ILLINOIS APPELLATE COURT — FIRST DISTRICT (2ND DIVISION) JUDGMENT AFFIRMED.
OPINION FILED APRIL 24, 1984.
MADIGAN BROTHERS, INC., PLAINTIFF-APPELLEE,
MELROSE SHOPPING CENTER COMPANY ET AL., DEFENDANTS (LA SALLE NATIONAL BANK, TRUSTEE, ET AL., DEFENDANTS-APPELLANTS).
Appeal from the Circuit Court of Cook County; the Hon. Anthony
J. Scotillo, Judge, presiding.
JUSTICE STAMOS DELIVERED THE OPINION OF THE COURT:
This appeal arises from the entry of a permanent injunction against the lessor-defendants, Winston Plaza Associates, David Golstein, T.D.P. Corporation and La Salle National Bank as trustee under Trust No. 103971, on motion by the lessee-plaintiff, Madigan Brothers, Inc., for summary judgment. Defendants were enjoined, during the term of plaintiff's store lease in the Winston Park Plaza Shopping Center in Melrose Park, from constructing a restaurant or other building in the shopping center's parking area, without the prior written consent of the plaintiff.
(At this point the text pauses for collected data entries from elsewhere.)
import { dayOf, monthOf } from '@/core/day-time';
import { cropYearOf } from '@/core/map-layers';
import { chainMovement, type MovementLine, type Stop } from '@/core/movement/chain-movement';
import { SECTOR_NAMES } from '@/core/sectors';
import { DEFAULT_SETTINGS } from '@/core/settings';
import { completeSetup } from '@/core/setup-check/setup-settings';
import type { WindowName } from '@/core/types';
import { formatDistance, type Units } from '@/core/units';
import { loadGround } from '@/features/ground/data';
import { featuresInYear } from '@/features/ground/features-in-year';
import { groundToCore } from '@/features/ground/to-core';
import { getSetupSettings } from '@/features/setup/settings-data';
import type { ClubScope } from '@/server/scope';

export interface LineView {
  id: string;
  name: string;
  length: string;
  /** Deer's way, for people; null: not known. */
  way: string | null;
  legs: {
    key: string;
    from: string;
    to: string;
    length: string;
    stands: { id: string; name: string; when: string }[];
  }[];
  gaps: string[];
}

/** Points that lie side by side as spans: 'NW-NE', 'S'. */
export function windSpans(points: number[]): string {
  if (points.length === 16) return 'any wind';
  const held = new Set(points);
  const starts = points.filter((p) => !held.has((p + 15) % 16));
  return starts
    .map((start) => {
      let end = start;
      while (held.has((end + 1) % 16)) end = (end + 1) % 16;
      return start === end ? SECTOR_NAMES[start] : `${SECTOR_NAMES[start]}-${SECTOR_NAMES[end]}`;
    })
    .join(', ');
}

const WINDOW_WORDS: Record<WindowName, string> = { morning: 'mornings', evening: 'evenings' };

function whenText(windows: MovementLine['legs'][number]['stands'][number]['windows']): string {
  const texts = windows.map(({ window, winds }) => ({ window, winds: windSpans(winds) }));
  const [first, second] = texts;
  if (first && second && first.winds === second.winds) return `mornings and evenings on ${first.winds}`;
  return texts.map(({ window, winds }) => `${WINDOW_WORDS[window]} on ${winds}`).join('; ');
}

function wayText({ way, stops }: MovementLine): string | null {
  const [first, last] = [stops[0], stops.at(-1)];
  if (way.morning === null || !first || !last) return null;
  const ends = (forward: boolean): [Stop, Stop] => (forward ? [first, last] : [last, first]);
  const [from, to] = ends(way.morning === 1);
  return `Mornings from ${from.name} to ${to.name}, evenings the other way.`;
}

function lineView(line: MovementLine, units: Units): LineView {
  return {
    id: line.id,
    name: line.name,
    length: formatDistance(line.lengthM, units),
    way: wayText(line),
    legs: line.legs.map((leg) => ({
      key: `${leg.from.name}|${leg.to.name}|${leg.from.alongM}`,
      from: leg.from.name,
      to: leg.to.name,
      length: formatDistance(leg.lengthM, units),
      stands: leg.stands.map(({ standId, name, windows }) => ({ id: standId, name, when: whenText(windows) })),
    })),
    gaps: line.gaps.map((gap) => `${formatDistance(gap.toM - gap.fromM, units)} between ${gap.between}`),
  };
}

/** The lines deer travel this month, with what lies on them and who can sit on each leg. */
export async function readMovement(scope: ClubScope, now: number): Promise<{ lines: LineView[]; month: number }> {
  const { club } = scope;
  const today = dayOf(now, club.zone);
  const rows = await loadGround(scope);
  const core = groundToCore(club, { ...rows, features: featuresInYear(rows.features, cropYearOf(today)) });
  const { own } = await getSetupSettings(scope);
  const month = monthOf(today);
  const features = core.features.filter((f) => f.months.includes(month));
  const lines = chainMovement({ features, stands: core.stands, scoring: DEFAULT_SETTINGS, setup: completeSetup(own) });
  return { lines: lines.map((line) => lineView(line, club.units)), month };
}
Defendants Winston Plaza Associates and La Salle National Bank are lessors of premises in Winston Park Plaza Shopping Center in Melrose Park, Illinois. In June 1981, Winston acquired all of the rights and interest formerly held by the Chicago Melrose Park Association and the Melrose Shopping Center Company with respect to the shopping center.
Sometime prior to March 1983, defendants Walgreen Company and Wag's Restaurants of Illinois, Inc., entered into negotiations with Winston to build and operate a Wag's Restaurant in the parking area of the shopping center. The plans called for the restaurant to be located approximately 500 feet from the front of plaintiff's store.
Plaintiff Madigan Brothers, Inc., has, since 1960, leased a store in the shopping center. On March 4, 1960, when the shopping center was still being developed, plaintiff entered into a lease for 50,453 square feet of ground floor shopping space. The lease stated that the construction of the shopping center was substantially completed, but provided for the construction of an addition to plaintiff's building which, along with two other stores in that building, would constitute plaintiff's leased space. Pursuant to the lease, the construction of the addition was completed and plaintiff's store was opened in March of 1961.
Article I-B of the lease is entitled "Parking Areas and Common Areas." Section 1 of Article I-B states that, in addition to the store premises leased to plaintiff, "this lease includes the non-exclusive right to Tenant and its agents, servants, successors, assigns, licensees, invitees, customers, suppliers and patrons to use and enjoy throughout the term of this lease the `common areas' of the Shopping Center, to-wit, the driveways, entrances, exits, roadways, parking areas, sidewalks, malls and other features and facilities provided for the general uses and purposes of the Shopping Center."
Section 2 of Article I-B sets forth in detail the landlord's duties and obligations with respect to the common areas. It provides, in part:
"The location and arrangement of said parking areas, sidewalks, pedestrian malls, entrances and exits and roadways will substantially conform with the plat attached hereto and shall be kept open at all times.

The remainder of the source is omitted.